- AVAILABLE RECORDS -

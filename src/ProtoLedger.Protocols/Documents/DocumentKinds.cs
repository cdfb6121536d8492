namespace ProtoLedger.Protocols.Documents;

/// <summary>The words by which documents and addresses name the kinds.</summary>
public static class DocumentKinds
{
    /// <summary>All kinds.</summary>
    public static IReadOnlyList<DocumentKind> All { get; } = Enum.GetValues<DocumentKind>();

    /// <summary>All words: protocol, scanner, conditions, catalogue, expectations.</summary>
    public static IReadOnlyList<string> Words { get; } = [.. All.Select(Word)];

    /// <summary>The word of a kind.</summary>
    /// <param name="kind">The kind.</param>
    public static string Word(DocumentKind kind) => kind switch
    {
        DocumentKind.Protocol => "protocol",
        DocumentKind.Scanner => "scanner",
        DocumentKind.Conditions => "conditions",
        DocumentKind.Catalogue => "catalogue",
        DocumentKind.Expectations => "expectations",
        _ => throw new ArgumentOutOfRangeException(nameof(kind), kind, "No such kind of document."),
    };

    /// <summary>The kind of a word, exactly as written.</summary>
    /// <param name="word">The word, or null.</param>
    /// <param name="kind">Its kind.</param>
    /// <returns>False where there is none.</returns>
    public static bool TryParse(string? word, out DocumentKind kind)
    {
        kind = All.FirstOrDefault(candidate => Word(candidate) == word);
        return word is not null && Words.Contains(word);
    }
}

==

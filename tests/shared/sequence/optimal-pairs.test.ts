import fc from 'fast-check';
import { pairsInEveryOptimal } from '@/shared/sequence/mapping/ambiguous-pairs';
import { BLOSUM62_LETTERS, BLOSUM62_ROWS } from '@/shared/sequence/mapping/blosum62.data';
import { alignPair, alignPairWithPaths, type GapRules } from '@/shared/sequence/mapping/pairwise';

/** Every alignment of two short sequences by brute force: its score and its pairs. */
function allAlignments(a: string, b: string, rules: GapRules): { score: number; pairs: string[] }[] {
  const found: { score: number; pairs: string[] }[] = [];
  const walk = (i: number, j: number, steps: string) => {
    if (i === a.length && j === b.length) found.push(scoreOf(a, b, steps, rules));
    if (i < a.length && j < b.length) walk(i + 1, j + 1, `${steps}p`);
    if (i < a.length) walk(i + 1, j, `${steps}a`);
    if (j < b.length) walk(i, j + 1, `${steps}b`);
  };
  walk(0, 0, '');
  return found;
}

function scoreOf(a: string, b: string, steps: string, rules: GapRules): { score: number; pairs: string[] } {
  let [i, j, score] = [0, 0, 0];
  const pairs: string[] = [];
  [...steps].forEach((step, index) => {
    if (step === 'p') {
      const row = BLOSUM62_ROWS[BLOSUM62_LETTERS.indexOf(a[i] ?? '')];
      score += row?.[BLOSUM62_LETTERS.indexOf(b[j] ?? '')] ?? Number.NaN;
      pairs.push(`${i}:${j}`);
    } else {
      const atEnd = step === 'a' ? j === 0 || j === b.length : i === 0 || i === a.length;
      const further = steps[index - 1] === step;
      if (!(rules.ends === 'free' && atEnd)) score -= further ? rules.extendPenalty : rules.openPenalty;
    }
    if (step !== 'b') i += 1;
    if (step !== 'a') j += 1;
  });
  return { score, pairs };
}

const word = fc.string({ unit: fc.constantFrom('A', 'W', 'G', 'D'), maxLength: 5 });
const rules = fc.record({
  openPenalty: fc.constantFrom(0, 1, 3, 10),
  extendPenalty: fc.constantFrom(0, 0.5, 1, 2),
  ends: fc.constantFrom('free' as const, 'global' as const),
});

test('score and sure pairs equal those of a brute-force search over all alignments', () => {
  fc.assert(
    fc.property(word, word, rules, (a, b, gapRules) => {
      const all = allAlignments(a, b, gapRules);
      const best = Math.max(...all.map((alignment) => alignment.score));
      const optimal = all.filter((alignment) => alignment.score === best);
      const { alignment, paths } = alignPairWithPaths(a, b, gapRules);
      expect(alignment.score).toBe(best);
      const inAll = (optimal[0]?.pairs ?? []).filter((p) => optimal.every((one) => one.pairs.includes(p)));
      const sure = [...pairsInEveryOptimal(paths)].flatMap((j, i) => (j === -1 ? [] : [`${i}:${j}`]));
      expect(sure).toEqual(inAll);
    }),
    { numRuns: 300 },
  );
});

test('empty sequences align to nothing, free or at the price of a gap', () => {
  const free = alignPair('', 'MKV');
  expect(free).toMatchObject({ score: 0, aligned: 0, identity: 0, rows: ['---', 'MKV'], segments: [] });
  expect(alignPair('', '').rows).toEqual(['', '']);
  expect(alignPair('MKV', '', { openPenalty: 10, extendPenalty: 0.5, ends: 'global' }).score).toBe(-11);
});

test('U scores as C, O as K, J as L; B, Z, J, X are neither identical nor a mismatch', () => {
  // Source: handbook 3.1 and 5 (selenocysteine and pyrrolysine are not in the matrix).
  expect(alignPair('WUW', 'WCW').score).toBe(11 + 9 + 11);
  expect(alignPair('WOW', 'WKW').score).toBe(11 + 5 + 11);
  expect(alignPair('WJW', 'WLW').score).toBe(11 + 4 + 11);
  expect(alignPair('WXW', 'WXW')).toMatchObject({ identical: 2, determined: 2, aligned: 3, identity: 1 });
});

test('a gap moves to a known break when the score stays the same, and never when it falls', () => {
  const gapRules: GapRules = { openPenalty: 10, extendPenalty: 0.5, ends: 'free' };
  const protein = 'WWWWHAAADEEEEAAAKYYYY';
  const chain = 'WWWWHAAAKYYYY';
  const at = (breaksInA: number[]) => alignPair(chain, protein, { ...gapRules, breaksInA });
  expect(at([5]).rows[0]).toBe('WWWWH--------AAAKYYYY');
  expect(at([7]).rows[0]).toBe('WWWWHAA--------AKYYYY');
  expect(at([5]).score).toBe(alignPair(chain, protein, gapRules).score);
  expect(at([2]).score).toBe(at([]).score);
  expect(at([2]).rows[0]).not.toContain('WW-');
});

- TASK TO CARRY OUT -
The records are given above. Copy each line in them that holds "toEqual".

- THE COMPLETED TASK -
      expect(sure).toEqual(inAll);
  expect(alignPair('', '').rows).toEqual(['', '']);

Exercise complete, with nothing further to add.